Stored items
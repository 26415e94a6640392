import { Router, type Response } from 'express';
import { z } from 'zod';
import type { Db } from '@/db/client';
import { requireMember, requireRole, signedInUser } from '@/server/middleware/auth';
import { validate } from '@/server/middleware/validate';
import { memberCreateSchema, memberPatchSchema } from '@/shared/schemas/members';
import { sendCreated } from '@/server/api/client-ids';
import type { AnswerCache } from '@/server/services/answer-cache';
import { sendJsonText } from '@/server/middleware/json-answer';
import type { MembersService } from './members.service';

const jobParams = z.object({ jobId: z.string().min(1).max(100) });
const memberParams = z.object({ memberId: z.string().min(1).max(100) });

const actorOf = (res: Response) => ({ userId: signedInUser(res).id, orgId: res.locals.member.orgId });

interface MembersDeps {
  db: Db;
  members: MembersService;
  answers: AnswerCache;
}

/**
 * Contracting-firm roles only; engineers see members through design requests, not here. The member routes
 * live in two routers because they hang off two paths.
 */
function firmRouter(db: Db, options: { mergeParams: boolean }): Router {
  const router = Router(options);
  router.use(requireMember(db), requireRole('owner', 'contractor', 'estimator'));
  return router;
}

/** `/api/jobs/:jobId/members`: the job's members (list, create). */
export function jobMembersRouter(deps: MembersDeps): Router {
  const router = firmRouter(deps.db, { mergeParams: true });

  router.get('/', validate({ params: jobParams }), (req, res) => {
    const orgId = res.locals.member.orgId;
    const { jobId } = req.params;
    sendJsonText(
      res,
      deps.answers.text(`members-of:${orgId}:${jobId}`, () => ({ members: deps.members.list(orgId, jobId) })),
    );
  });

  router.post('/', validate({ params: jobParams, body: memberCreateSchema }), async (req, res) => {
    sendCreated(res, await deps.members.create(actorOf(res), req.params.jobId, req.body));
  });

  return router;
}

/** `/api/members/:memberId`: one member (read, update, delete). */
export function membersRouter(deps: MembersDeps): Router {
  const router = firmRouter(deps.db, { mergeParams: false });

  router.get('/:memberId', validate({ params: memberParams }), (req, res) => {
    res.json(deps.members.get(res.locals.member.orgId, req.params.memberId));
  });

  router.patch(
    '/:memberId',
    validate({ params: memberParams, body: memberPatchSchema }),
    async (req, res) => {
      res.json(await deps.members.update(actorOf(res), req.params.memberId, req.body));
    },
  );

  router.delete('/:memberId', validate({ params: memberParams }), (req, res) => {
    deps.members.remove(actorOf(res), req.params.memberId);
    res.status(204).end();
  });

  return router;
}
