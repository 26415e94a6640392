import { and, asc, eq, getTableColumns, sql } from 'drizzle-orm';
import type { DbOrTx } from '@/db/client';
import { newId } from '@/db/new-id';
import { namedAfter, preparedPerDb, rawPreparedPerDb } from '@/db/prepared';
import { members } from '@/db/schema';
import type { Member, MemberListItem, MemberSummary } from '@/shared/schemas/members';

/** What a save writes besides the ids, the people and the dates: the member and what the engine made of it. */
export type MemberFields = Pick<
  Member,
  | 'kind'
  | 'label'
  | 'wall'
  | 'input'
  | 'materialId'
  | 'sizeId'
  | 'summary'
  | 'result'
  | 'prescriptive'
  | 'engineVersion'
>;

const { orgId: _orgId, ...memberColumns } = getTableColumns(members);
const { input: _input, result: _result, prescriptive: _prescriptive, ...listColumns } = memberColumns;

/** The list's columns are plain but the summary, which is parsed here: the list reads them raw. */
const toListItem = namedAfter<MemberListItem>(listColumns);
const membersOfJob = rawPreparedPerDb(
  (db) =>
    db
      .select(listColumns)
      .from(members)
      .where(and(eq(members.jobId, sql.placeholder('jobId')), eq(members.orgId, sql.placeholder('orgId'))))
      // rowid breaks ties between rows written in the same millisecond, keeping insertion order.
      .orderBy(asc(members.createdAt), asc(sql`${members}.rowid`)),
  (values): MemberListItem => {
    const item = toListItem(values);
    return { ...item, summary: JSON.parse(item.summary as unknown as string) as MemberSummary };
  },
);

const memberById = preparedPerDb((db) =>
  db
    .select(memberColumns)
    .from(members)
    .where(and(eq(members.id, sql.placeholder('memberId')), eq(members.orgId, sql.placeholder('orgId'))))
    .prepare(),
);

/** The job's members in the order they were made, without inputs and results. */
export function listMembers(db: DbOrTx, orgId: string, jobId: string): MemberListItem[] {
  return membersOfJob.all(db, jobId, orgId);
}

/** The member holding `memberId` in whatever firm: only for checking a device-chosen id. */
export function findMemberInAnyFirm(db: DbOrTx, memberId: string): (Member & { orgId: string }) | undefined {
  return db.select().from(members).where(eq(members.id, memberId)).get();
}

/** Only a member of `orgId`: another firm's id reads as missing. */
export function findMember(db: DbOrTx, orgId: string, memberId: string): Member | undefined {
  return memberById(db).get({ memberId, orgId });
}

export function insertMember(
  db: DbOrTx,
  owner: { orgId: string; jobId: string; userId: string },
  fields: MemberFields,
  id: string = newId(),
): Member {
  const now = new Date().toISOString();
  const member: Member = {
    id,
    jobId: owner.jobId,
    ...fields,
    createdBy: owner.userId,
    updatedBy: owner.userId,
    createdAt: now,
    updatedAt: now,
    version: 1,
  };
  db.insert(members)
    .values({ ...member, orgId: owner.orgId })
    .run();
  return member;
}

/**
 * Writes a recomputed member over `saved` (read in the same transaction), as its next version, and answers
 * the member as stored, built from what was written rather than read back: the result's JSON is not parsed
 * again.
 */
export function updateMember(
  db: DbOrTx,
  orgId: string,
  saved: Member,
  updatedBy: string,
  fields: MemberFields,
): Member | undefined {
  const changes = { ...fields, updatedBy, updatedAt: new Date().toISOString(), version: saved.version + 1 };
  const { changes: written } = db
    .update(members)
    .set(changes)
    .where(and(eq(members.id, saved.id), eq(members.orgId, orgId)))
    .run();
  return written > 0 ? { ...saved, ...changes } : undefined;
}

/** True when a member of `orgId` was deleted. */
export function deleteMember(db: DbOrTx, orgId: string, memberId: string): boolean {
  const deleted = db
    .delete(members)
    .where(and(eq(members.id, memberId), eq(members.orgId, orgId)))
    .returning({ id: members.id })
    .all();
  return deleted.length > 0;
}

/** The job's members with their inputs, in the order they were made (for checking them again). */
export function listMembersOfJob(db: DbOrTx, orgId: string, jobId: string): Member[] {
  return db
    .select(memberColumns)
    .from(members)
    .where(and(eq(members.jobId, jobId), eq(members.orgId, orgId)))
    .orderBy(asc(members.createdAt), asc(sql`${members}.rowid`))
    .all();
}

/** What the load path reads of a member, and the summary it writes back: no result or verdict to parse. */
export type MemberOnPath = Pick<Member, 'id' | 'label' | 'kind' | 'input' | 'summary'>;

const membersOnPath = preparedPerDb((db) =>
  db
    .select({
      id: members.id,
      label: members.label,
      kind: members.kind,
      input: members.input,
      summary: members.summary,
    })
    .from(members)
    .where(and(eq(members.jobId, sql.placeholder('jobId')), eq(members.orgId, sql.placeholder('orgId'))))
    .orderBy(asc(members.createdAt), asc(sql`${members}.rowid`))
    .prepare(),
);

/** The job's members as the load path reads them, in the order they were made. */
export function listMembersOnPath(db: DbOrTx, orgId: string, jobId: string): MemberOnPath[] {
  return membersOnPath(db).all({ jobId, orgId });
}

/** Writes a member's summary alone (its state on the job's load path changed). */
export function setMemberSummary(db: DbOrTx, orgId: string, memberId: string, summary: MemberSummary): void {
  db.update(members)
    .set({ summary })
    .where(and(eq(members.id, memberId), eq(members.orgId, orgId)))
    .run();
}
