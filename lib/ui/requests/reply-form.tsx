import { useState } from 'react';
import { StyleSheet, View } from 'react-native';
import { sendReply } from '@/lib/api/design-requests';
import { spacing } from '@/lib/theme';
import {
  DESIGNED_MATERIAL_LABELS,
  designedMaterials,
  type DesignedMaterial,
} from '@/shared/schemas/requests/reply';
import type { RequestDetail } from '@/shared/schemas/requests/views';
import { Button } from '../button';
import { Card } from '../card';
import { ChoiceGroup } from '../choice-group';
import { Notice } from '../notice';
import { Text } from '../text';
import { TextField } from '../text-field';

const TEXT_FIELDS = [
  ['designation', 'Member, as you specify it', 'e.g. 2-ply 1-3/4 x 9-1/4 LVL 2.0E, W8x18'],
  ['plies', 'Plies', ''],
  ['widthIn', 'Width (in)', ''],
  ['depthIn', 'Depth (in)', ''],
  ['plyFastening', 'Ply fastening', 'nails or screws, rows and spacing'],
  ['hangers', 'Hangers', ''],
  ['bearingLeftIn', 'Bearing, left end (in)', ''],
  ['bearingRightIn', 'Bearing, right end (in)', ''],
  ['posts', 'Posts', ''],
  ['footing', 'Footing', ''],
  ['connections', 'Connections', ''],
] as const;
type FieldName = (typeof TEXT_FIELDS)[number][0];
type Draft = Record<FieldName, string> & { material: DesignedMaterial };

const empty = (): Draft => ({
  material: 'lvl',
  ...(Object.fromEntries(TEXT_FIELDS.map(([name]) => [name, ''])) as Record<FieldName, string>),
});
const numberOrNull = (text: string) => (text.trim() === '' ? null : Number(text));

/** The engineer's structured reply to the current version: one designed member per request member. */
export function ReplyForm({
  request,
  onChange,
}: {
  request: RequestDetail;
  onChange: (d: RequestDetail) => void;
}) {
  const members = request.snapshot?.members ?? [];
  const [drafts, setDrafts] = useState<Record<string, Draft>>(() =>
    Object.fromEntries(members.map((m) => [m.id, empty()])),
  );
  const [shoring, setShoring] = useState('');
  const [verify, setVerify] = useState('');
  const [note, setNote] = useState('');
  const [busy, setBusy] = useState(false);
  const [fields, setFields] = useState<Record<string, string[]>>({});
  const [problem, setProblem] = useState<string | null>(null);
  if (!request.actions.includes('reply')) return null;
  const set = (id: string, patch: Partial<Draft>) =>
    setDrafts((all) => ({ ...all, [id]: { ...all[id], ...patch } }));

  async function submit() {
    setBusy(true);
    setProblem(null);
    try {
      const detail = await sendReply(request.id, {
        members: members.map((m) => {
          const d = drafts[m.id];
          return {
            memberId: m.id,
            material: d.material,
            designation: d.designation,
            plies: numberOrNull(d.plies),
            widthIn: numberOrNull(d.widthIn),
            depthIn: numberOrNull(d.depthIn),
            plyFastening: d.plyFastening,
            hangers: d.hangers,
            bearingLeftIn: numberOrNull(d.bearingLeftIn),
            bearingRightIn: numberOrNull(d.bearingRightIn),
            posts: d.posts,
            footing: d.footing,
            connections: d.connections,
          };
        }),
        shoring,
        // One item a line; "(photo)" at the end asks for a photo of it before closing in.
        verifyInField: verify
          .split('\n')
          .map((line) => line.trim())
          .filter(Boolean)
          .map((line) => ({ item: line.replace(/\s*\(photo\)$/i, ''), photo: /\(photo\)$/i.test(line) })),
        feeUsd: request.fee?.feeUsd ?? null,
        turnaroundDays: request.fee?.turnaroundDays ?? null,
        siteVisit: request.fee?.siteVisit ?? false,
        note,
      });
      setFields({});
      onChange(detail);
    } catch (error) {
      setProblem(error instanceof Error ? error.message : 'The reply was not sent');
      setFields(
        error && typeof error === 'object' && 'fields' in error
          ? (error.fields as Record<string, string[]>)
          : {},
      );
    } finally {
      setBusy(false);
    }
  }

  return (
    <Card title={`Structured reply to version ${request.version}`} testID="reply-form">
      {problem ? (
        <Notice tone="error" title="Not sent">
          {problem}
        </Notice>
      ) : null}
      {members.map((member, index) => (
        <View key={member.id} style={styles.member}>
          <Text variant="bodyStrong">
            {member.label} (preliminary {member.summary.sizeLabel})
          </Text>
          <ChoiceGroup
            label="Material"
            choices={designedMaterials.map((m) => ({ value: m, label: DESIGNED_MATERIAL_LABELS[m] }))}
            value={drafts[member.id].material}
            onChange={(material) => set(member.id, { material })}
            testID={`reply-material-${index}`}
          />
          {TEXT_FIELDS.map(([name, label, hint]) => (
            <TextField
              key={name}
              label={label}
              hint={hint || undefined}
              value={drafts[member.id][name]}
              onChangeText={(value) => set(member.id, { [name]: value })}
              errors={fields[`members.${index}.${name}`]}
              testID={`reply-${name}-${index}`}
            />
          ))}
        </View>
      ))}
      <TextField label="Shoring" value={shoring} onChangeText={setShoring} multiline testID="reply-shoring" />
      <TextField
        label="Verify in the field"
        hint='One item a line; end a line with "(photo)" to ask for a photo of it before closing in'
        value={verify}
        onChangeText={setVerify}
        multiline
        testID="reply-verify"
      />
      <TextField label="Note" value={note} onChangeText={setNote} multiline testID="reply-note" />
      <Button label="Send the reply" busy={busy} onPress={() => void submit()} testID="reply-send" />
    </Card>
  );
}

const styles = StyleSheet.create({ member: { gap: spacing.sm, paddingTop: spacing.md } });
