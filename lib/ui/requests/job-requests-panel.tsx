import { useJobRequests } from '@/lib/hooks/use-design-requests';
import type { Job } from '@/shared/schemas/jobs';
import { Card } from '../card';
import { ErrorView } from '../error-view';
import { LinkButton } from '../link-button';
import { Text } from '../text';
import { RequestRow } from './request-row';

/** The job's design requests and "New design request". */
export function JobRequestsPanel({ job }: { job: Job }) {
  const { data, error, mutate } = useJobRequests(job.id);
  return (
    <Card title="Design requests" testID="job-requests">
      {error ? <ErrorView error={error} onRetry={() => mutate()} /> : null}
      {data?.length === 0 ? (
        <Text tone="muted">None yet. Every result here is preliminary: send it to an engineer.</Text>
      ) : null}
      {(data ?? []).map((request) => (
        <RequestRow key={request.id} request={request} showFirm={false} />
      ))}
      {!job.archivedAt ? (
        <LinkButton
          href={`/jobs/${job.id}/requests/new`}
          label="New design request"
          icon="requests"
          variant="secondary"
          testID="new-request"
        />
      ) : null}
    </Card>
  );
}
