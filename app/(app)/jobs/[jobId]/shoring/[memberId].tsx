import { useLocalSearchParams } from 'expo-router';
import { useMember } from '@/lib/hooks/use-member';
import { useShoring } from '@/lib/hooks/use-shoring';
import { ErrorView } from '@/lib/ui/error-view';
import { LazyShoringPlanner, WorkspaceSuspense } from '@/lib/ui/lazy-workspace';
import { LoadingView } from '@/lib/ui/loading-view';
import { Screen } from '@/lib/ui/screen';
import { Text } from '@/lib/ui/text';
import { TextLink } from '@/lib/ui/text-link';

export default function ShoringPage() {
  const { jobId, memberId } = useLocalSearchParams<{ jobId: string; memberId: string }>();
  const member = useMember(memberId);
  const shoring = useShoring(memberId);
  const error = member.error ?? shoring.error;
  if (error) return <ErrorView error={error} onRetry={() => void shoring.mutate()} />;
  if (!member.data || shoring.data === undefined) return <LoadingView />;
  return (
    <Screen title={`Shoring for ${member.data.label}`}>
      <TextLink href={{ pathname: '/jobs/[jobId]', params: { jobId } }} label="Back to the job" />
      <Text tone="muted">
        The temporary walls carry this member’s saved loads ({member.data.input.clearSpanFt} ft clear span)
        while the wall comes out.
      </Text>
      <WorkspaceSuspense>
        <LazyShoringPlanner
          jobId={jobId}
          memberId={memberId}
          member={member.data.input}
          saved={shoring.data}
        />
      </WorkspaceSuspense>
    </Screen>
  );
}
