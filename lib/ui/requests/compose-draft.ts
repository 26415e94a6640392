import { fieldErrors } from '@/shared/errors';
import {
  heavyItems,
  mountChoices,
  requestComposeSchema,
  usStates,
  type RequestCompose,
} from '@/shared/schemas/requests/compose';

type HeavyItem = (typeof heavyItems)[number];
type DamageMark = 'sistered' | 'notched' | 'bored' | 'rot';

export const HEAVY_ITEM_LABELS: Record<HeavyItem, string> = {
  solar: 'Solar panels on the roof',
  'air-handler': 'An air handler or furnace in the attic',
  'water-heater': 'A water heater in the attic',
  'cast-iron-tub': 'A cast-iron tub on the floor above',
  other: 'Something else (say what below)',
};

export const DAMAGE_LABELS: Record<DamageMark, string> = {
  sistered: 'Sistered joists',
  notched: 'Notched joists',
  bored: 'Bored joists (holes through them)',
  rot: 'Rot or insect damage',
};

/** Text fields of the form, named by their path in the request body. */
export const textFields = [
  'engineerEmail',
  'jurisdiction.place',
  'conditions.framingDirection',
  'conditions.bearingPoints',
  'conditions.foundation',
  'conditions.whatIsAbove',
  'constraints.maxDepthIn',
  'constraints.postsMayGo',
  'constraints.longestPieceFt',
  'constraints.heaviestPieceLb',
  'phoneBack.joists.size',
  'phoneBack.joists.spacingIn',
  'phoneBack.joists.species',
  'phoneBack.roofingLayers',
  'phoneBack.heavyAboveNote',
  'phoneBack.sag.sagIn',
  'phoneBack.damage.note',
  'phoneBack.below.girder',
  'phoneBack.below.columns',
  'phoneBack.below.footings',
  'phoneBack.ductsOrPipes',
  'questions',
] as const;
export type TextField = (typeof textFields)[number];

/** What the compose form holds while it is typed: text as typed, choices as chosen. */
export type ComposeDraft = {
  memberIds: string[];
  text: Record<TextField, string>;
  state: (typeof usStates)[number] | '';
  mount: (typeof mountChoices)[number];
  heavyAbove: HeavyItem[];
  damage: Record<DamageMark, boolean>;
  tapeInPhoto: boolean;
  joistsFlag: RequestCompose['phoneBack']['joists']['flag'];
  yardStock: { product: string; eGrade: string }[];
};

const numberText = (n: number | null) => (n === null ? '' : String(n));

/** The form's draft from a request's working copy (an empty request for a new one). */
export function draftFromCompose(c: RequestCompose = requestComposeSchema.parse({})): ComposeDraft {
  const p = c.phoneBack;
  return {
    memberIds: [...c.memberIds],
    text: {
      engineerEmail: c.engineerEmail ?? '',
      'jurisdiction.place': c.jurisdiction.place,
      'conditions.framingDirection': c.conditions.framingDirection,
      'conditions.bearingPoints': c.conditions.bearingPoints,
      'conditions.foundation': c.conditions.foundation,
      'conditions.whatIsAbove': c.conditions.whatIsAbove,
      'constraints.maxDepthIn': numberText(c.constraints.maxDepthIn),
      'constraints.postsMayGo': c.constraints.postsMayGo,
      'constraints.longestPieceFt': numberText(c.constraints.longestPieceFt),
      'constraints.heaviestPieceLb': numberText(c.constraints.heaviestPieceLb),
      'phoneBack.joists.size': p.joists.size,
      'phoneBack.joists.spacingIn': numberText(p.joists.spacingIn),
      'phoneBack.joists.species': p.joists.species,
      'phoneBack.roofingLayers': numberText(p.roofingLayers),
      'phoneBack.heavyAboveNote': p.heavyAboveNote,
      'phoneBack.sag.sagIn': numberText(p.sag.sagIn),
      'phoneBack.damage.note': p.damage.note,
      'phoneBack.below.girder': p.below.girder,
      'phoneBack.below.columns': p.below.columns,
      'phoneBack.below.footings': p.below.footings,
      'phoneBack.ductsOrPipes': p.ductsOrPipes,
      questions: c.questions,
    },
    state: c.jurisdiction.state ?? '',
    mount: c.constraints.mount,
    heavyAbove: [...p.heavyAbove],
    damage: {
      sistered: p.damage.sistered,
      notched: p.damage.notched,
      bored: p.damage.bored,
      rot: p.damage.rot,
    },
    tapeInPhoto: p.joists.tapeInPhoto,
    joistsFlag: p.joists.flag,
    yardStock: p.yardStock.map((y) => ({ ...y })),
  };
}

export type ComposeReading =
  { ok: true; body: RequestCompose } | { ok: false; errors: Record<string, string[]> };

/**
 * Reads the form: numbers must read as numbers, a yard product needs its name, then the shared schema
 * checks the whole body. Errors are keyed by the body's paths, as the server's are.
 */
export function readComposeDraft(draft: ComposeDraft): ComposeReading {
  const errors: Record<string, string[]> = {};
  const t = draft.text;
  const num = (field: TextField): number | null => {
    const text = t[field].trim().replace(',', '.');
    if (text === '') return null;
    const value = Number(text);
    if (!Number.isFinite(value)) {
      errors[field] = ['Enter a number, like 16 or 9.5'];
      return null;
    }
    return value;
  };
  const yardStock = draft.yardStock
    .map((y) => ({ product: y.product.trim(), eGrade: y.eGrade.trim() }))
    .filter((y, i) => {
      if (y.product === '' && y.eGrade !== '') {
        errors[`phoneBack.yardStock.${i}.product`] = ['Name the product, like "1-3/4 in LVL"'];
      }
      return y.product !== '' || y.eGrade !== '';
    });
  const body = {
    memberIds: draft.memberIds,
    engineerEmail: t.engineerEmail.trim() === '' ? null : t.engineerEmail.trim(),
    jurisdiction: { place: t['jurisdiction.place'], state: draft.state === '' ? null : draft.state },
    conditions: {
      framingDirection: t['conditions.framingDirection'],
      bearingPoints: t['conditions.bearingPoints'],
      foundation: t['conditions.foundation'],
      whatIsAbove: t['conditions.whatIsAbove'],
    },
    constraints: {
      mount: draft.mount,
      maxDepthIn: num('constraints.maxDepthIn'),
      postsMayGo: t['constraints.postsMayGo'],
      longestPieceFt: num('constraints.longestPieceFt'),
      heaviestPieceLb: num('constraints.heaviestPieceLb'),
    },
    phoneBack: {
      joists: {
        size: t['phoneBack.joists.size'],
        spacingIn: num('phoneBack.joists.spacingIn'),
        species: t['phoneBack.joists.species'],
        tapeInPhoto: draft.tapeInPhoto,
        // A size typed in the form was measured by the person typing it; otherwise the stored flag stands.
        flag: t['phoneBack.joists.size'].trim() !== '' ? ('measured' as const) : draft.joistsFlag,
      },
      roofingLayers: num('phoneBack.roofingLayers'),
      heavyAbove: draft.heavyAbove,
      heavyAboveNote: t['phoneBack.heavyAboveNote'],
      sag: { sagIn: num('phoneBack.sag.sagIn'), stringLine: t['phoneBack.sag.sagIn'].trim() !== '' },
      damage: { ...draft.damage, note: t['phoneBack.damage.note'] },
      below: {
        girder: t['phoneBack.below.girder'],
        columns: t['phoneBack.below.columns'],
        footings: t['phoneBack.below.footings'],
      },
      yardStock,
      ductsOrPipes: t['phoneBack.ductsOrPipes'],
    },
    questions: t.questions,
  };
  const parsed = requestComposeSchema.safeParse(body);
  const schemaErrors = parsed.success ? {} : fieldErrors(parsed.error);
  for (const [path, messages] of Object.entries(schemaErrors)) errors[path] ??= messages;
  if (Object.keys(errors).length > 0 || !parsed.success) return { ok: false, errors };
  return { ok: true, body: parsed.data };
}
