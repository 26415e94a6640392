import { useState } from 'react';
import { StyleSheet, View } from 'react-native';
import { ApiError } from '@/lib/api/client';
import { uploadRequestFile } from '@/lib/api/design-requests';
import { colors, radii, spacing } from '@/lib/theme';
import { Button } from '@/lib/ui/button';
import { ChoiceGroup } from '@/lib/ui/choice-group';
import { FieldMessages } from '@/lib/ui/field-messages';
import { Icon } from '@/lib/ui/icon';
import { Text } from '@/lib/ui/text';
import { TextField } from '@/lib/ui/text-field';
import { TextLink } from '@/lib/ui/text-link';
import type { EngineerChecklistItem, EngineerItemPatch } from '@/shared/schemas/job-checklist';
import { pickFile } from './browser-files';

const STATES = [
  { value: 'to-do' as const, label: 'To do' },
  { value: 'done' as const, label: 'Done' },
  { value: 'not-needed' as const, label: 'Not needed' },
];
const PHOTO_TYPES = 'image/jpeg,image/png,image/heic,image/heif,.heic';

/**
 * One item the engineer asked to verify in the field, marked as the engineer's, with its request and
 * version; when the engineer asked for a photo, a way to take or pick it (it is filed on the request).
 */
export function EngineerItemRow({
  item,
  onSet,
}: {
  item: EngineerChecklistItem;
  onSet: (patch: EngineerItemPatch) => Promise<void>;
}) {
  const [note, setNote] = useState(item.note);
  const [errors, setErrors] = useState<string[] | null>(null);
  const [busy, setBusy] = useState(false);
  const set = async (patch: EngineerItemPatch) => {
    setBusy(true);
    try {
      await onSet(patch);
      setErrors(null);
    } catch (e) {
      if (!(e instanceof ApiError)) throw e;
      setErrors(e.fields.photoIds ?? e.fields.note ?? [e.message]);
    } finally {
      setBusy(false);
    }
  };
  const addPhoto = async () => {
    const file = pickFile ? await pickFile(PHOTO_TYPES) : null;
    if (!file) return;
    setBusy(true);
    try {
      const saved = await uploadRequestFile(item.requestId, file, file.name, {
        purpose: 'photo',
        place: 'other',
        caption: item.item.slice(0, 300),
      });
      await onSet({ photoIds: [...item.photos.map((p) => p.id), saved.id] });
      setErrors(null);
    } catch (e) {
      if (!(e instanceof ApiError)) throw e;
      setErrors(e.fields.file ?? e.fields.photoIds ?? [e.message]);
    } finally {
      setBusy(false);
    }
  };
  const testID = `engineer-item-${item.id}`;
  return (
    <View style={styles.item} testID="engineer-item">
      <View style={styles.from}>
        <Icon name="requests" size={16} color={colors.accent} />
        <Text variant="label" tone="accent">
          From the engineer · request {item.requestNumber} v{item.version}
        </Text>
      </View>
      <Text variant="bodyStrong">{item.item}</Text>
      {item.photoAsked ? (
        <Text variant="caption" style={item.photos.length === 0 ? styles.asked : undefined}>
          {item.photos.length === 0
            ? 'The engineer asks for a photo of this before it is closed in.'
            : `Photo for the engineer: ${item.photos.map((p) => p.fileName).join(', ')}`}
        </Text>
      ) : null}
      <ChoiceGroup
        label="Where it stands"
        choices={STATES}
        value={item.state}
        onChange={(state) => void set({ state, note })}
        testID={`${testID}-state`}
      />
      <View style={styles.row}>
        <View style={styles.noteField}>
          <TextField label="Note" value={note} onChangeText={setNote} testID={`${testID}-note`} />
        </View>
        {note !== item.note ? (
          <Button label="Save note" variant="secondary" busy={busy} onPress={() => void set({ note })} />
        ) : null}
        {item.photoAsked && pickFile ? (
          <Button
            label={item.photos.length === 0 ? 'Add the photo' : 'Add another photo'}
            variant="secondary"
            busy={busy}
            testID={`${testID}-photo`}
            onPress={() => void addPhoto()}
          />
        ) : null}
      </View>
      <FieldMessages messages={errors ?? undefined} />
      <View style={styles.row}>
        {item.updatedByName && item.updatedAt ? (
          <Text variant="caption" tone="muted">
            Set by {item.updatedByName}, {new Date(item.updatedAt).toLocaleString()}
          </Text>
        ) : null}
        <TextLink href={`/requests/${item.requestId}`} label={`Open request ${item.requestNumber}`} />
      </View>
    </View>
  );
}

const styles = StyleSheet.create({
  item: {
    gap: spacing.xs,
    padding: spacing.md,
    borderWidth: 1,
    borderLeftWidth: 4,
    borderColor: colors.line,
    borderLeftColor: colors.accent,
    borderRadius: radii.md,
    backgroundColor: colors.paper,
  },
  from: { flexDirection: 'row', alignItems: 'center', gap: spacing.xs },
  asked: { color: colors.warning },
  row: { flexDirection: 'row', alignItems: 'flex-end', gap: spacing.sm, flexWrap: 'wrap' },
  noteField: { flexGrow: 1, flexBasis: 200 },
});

● **Your goal**
What you give back should be exactly the lines of the data above from the line with "state: (typeof usStates)[number] | '';" through the line with "new one). */", both of those included, and nothing more.

● **Task solution**
  state: (typeof usStates)[number] | '';
  mount: (typeof mountChoices)[number];
  heavyAbove: HeavyItem[];
  damage: Record<DamageMark, boolean>;
  tapeInPhoto: boolean;
  joistsFlag: RequestCompose['phoneBack']['joists']['flag'];
  yardStock: { product: string; eGrade: string }[];
};

const numberText = (n: number | null) => (n === null ? '' : String(n));

/** The form's draft from a request's working copy (an empty request for a new one). */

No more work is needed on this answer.